Collected data entries ::
[Start of Attachment]

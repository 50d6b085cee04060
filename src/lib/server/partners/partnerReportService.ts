import { and, desc, eq, exists, inArray, isNotNull, isNull } from 'drizzle-orm';
import type { PartnerReport, PartnerReportRow } from '../../domain/partnerReport';
import { requirePermission, type Actor } from '../actor';
import type { App } from '../app';
import type { Executor } from '../db/database';
import { circular } from '../db/schema/circulars';
import { report } from '../db/schema/slots';
import { transient } from '../db/schema/transients';
import { writeTransaction } from '../db/writeTransaction';
import { DomainError } from '../domainError';
import { reportSummary } from '../reports/reportSummary';
import { writeJournal } from '../transients/journalStore';

/** A report may be dated this far ahead of the server's clock. */
const CLOCK_GRACE_MS = 5 * 60_000;
const MOST_CHOICES = 100;

/** The transients that a partner knows of: those with a published circular, latest first. */
export async function reportableTransients(
	app: App,
	actor: Actor | null
): Promise<{ designation: string; t0: string }[]> {
	requirePermission(actor, 'reportAsPartner');
	const rows = await app.database
		.select({ designation: transient.designation, t0: transient.t0 })
		.from(transient)
		.where(isShared(app.database))
		.orderBy(desc(transient.t0))
		.limit(MOST_CHOICES);
	return rows.map(({ designation, t0 }) => ({ designation, t0: t0.toISOString() }));
}

/** Keeps what a partner saw with their own telescope. The same report sent twice is one report. */
export async function reportAsPartner(
	app: App,
	actor: Actor | null,
	input: PartnerReport
): Promise<{ reportId: string }> {
	requirePermission(actor, 'reportAsPartner');
	return writeTransaction(app, async (tx, change) => {
		const now = app.now();
		const observedAt = new Date(input.observedAt);
		if (observedAt.getTime() > now.getTime() + CLOCK_GRACE_MS) {
			throw new DomainError('invalid', 'The observation lies in the future.', [
				{ pointer: '/observedAt', detail: 'must not lie in the future' }
			]);
		}
		const [subject] = await tx
			.select({ id: transient.id })
			.from(transient)
			.where(and(eq(transient.designation, input.designation), isShared(tx)));
		if (!subject) {
			throw new DomainError('notFound', `No circular has been published on ${input.designation}.`);
		}
		const [stored] = await tx
			.insert(report)
			.values({
				id: input.reportId,
				transientId: subject.id,
				kind: input.kind,
				filter: input.filter,
				observedAt,
				exposureS: input.exposureS ?? null,
				magnitude: input.magnitude ?? null,
				magnitudeError: input.magnitudeError ?? null,
				limitMag: input.limitMag ?? null,
				remarks: input.remarks,
				reportedBy: actor.id,
				reportedAt: now
			})
			.onConflictDoNothing()
			.returning({ id: report.id });
		if (!stored) return { reportId: await requireOwnReport(tx, actor, input.reportId) };
		await writeJournal(tx, {
			transientId: subject.id,
			kind: 'reported',
			at: now,
			actorId: actor.id,
			summary: `A partner reports: ${reportSummary(input)}`,
			detail: { reportId: stored.id, kind: input.kind, partner: true }
		});
		change.touch(subject.id);
		return { reportId: stored.id };
	});
}

/** What the partner has sent, latest first. */
export async function listOwnReports(app: App, actor: Actor | null): Promise<PartnerReportRow[]> {
	requirePermission(actor, 'reportAsPartner');
	const rows = await app.database
		.select({ report, designation: transient.designation })
		.from(report)
		.innerJoin(transient, eq(transient.id, report.transientId))
		.where(
			and(
				eq(report.reportedBy, actor.id),
				isNull(report.telescopeId),
				isNull(report.withdrawnAt),
				inArray(report.kind, ['detection', 'limit'])
			)
		)
		.orderBy(desc(report.reportedAt))
		.limit(200);
	return rows.map(({ report: row, designation }) => ({
		designation,
		kind: row.kind === 'detection' ? 'detection' : 'limit',
		filter: row.filter,
		observedAt: row.observedAt.toISOString(),
		reportedAt: row.reportedAt.toISOString(),
		magnitude: row.magnitude,
		magnitudeError: row.magnitudeError,
		limitMag: row.limitMag,
		remarks: row.remarks
	}));
}

function isShared(executor: Executor) {
	return exists(
		executor
			.select({ id: circular.id })
			.from(circular)
			.where(and(eq(circular.transientId, transient.id), isNotNull(circular.publishedAt)))
	);
}

async function requireOwnReport(
	executor: Executor,
	actor: Actor,
	reportId: string
): Promise<string> {
	const [known] = await executor
		.select({ reportedBy: report.reportedBy })
		.from(report)
		.where(eq(report.id, reportId));
	if (known?.reportedBy !== actor.id) {
		throw new DomainError('wrongState', 'This form belongs to another report. Open it again.');
	}
	return reportId;
}
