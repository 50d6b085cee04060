import { normaliseDeg, type Equatorial } from './angle';
import { sexagesimal } from './sexagesimal';

/** Decimals of seconds of arc (0 to 4) that a position known to `radiusDeg` deserves: a tenth of the radius. */
export function arcsecDigitsFor(radiusDeg: number): number {
	const wanted = Math.ceil(-Math.log10((radiusDeg * 3600) / 10));
	return Number.isFinite(wanted) ? Math.min(4, Math.max(0, wanted)) : 0;
}

/**
 * Position as a person reads it, `05h33m36s` and `−08°12′00″`, ICRS; right ascension gets the decimals that
 * match `arcsecDigits` of declination (0 to 4), one second of time being 15 of arc: none for 0.
 */
export function formatPosition(
	position: Equatorial,
	arcsecDigits = 0
): { ra: string; dec: string } {
	const { dec } = sexagesimal(position, arcsecDigits);
	const decFields = dec.replace('-', '−').split(' ');
	const raFields = raText(position.raDeg, arcsecDigits === 0 ? 0 : arcsecDigits + 1).split(' ');
	return {
		ra: `${raFields[0]}h${raFields[1]}m${raFields[2]}s`,
		dec: `${decFields[0]}°${decFields[1]}′${decFields[2]}″`
	};
}

/**
 * Reads a position pasted whole: right ascension, then declination, in any of the usual forms
 * (`05h33m36s −08°12′00″`, `05:33:36.1, -8:12:00`, `05 33 36 -08 12 00`, `83.4 -8.2`). Three numbers of right
 * ascension are hours; a single one is degrees unless marked h. Null when it can't be read or is out of range.
 */
export function parsePosition(text: string): Equatorial | null {
	const read = parseUnfolded(text);
	if (!read || read.raDeg < 0 || Object.is(read.raDeg, -0) || read.raDeg > 360) return null;
	return { raDeg: normaliseDeg(read.raDeg), decDeg: read.decDeg };
}

/** As `parsePosition`, but right ascension is left as written, −3600 to 3600 degrees: who folds it can say so. */
export function parseUnfolded(text: string): Equatorial | null {
	const plain = text
		.trim()
		.toLowerCase()
		.replace(/[−–—]/g, '-')
		.replace(/\b(ra|dec|de|j2000|icrs)\b/g, ' ')
		.replace(/[=,;/()]/g, ' ')
		.trim();
	const halves = splitHalves(plain);
	if (!halves) return null;
	const ra = readAngle(halves.ra);
	const dec = readAngle(halves.dec);
	if (!ra || !dec || dec.hours) return null;
	const size = ra.hours || ra.fields > 1 ? ra.value * 15 : ra.value;
	if (size > 3600 || dec.value > 90) return null;
	return { raDeg: ra.negative ? -size : size, decDeg: dec.negative ? -dec.value : dec.value };
}

/** Declination starts at its sign, or else halfway through the numbers. */
function splitHalves(plain: string): { ra: string; dec: string } | null {
	const sign = plain.slice(1).search(/[+-]/);
	if (sign >= 0) return { ra: plain.slice(0, sign + 1), dec: plain.slice(sign + 1) };
	const numbers = [...plain.matchAll(/\d+(\.\d+)?/g)];
	const middle = numbers[numbers.length / 2];
	if (numbers.length % 2 !== 0 || middle?.index === undefined) return null;
	return { ra: plain.slice(0, middle.index), dec: plain.slice(middle.index) };
}

const UNIT_MARKS = /^[\s:hmsdr°º'"′″’”]*$/;

function readAngle(
	text: string
): { value: number; negative: boolean; fields: number; hours: boolean } | null {
	const match = /^\s*([+-]?)\s*(.*)$/.exec(text);
	const body = match?.[2] ?? '';
	const numbers = body.match(/\d+(\.\d*)?|\.\d+/g);
	if (!numbers || numbers.length > 3) return null;
	if (!UNIT_MARKS.test(body.replace(/\d+(\.\d*)?|\.\d+/g, ''))) return null;
	const [whole = 0, minutes = 0, seconds = 0] = numbers.map(Number);
	if (minutes >= 60 || seconds >= 60) return null;
	// Only the last field may have decimals.
	if (numbers.slice(0, -1).some((field) => field.includes('.'))) return null;
	return {
		value: whole + minutes / 60 + seconds / 3600,
		negative: match?.[1] === '-',
		fields: numbers.length,
		hours: body.includes('h')
	};
}

function raText(raDeg: number, secondDigits: number): string {
	const scale = 10 ** secondDigits;
	// Whole units first, so that no field shows 60.
	const units = Math.round((normaliseDeg(raDeg) / 15) * 3600 * scale) % (86_400 * scale);
	const minutes = Math.floor(units / (60 * scale));
	const seconds = (units - minutes * 60 * scale) / scale;
	const two = (value: number) => String(value).padStart(2, '0');
	const width = secondDigits > 0 ? 3 + secondDigits : 2;
	return [
		two(Math.floor(minutes / 60)),
		two(minutes % 60),
		seconds.toFixed(secondDigits).padStart(width, '0')
	].join(' ');
}
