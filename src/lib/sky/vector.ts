import { DEG_PER_RAD, normaliseDeg, RAD_PER_DEG, type Equatorial } from './angle';

/** A direction in the ICRS frame: x to RA 0 on the equator, y to RA 90°, z to the north pole. */
export type Vector = { x: number; y: number; z: number };

/** The unit vector of a position; degrees in. */
export function toVector(position: Equatorial): Vector {
	const raRad = position.raDeg * RAD_PER_DEG;
	const decRad = position.decDeg * RAD_PER_DEG;
	const cosDec = Math.cos(decRad);
	return { x: cosDec * Math.cos(raRad), y: cosDec * Math.sin(raRad), z: Math.sin(decRad) };
}

/** The position of a vector of any length above 0; `raDeg` in [0, 360), 0 at the poles. */
export function toEquatorial(vector: Vector): Equatorial {
	const { x, y, z } = vector;
	return {
		raDeg: x === 0 && y === 0 ? 0 : normaliseDeg(Math.atan2(y, x) * DEG_PER_RAD),
		decDeg: Math.atan2(z, Math.hypot(x, y)) * DEG_PER_RAD
	};
}

/** Scalar product. */
export function dot(a: Vector, b: Vector): number {
	return a.x * b.x + a.y * b.y + a.z * b.z;
}

/** Vector product. */
export function cross(a: Vector, b: Vector): Vector {
	return { x: a.y * b.z - a.z * b.y, y: a.z * b.x - a.x * b.z, z: a.x * b.y - a.y * b.x };
}

/** Length of a vector. */
export function norm(a: Vector): number {
	return Math.hypot(a.x, a.y, a.z);
}

/** The vector scaled to length 1; throws a RangeError for the null vector. */
export function normalise(a: Vector): Vector {
	const length = norm(a);
	if (!(length > 0)) throw new RangeError('vector has length 0; a direction needs length above 0');
	return { x: a.x / length, y: a.y / length, z: a.z / length };
}

/** Angle between two vectors, degrees in [0, 180]; exact at small and antipodal angles (atan2 form). */
export function angleBetweenDeg(a: Vector, b: Vector): number {
	// |a − b| and |a + b| keep the digits that a · b loses near 0° and 180° (Kahan's half-angle form).
	const difference = Math.hypot(a.x - b.x, a.y - b.y, a.z - b.z);
	const sum = Math.hypot(a.x + b.x, a.y + b.y, a.z + b.z);
	return 2 * Math.atan2(difference, sum) * DEG_PER_RAD;
}

/**
 * Angular separation of two positions, degrees in [0, 180], good to 1e-9 relative at arcseconds and
 * near 180° (Vincenty's formula on the sphere; T. Vincenty 1975, Survey Review 23, 88).
 */
export function separationDeg(a: Equatorial, b: Equatorial): number {
	const { east, north, along } = tangentParts(a, b);
	return Math.atan2(Math.hypot(east, north), along) * DEG_PER_RAD;
}

/** Position angle of `to` seen from `from`, north through east, degrees in [0, 360); 0 where they coincide. */
export function positionAngleDeg(from: Equatorial, to: Equatorial): number {
	const { east, north } = tangentParts(from, to);
	return normaliseDeg(Math.atan2(east, north) * DEG_PER_RAD);
}

/** The position at `distanceDeg` from `centre` in direction `positionAngleDeg` (north through east). */
export function offset(
	centre: Equatorial,
	distanceDeg: number,
	positionAngleDeg: number
): Equatorial {
	const distanceRad = distanceDeg * RAD_PER_DEG;
	const angleRad = positionAngleDeg * RAD_PER_DEG;
	const decRad = centre.decDeg * RAD_PER_DEG;
	const sinDistance = Math.sin(distanceRad);
	const cosDistance = Math.cos(distanceRad);
	const east = sinDistance * Math.sin(angleRad);
	const north = sinDistance * Math.cos(angleRad);
	// In the meridian frame of the centre: p along its RA in the equator, q to the east, z to the pole.
	const p = cosDistance * Math.cos(decRad) - north * Math.sin(decRad);
	const z = cosDistance * Math.sin(decRad) + north * Math.cos(decRad);
	return {
		raDeg: normaliseDeg(centre.raDeg + Math.atan2(east, p) * DEG_PER_RAD),
		decDeg: Math.atan2(z, Math.hypot(p, east)) * DEG_PER_RAD
	};
}

/** A point on the tangent plane, degrees (tangent of the angle in units of a degree), east and north. */
export type TangentPoint = { eastDeg: number; northDeg: number };

/** Gnomonic projection about `centre`; null for positions 90° away or more. */
export function project(centre: Equatorial, position: Equatorial): TangentPoint | null {
	const { east, north, along } = tangentParts(centre, position);
	if (along <= 0) return null;
	return { eastDeg: (east / along) * DEG_PER_RAD, northDeg: (north / along) * DEG_PER_RAD };
}

/** Inverse of `project`. */
export function deproject(centre: Equatorial, point: TangentPoint): Equatorial {
	const radius = Math.hypot(point.eastDeg, point.northDeg);
	const distanceDeg = Math.atan(radius * RAD_PER_DEG) * DEG_PER_RAD;
	return offset(centre, distanceDeg, Math.atan2(point.eastDeg, point.northDeg) * DEG_PER_RAD);
}

/** Components of `b` along east, north and the direction of `a` itself, all for unit vectors. */
function tangentParts(
	a: Equatorial,
	b: Equatorial
): { east: number; north: number; along: number } {
	const deltaRad = reducedDifferenceDeg(b.raDeg, a.raDeg) * RAD_PER_DEG;
	const aRad = a.decDeg * RAD_PER_DEG;
	const bRad = b.decDeg * RAD_PER_DEG;
	const cosB = Math.cos(bRad);
	const halfSin = Math.sin(deltaRad / 2);
	// cos a sin b − sin a cos b cos Δ = sin(b − a) + 2 sin a cos b sin²(Δ/2): no cancellation at arcseconds.
	return {
		east: cosB * Math.sin(deltaRad),
		north:
			Math.sin((b.decDeg - a.decDeg) * RAD_PER_DEG) + 2 * Math.sin(aRad) * cosB * halfSin * halfSin,
		along:
			Math.cos((b.decDeg - a.decDeg) * RAD_PER_DEG) - 2 * Math.cos(aRad) * cosB * halfSin * halfSin
	};
}

function reducedDifferenceDeg(a: number, b: number): number {
	const difference = (a - b) % 360;
	if (difference > 180) return difference - 360;
	return difference < -180 ? difference + 360 : difference;
}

[End of Attachment]

Task :: Would you report every line of the entries above containing the word "server"?

Expected answer ::
filename src/lib/server/partners/partnerReportService.ts
/** A report may be dated this far ahead of the server's clock. */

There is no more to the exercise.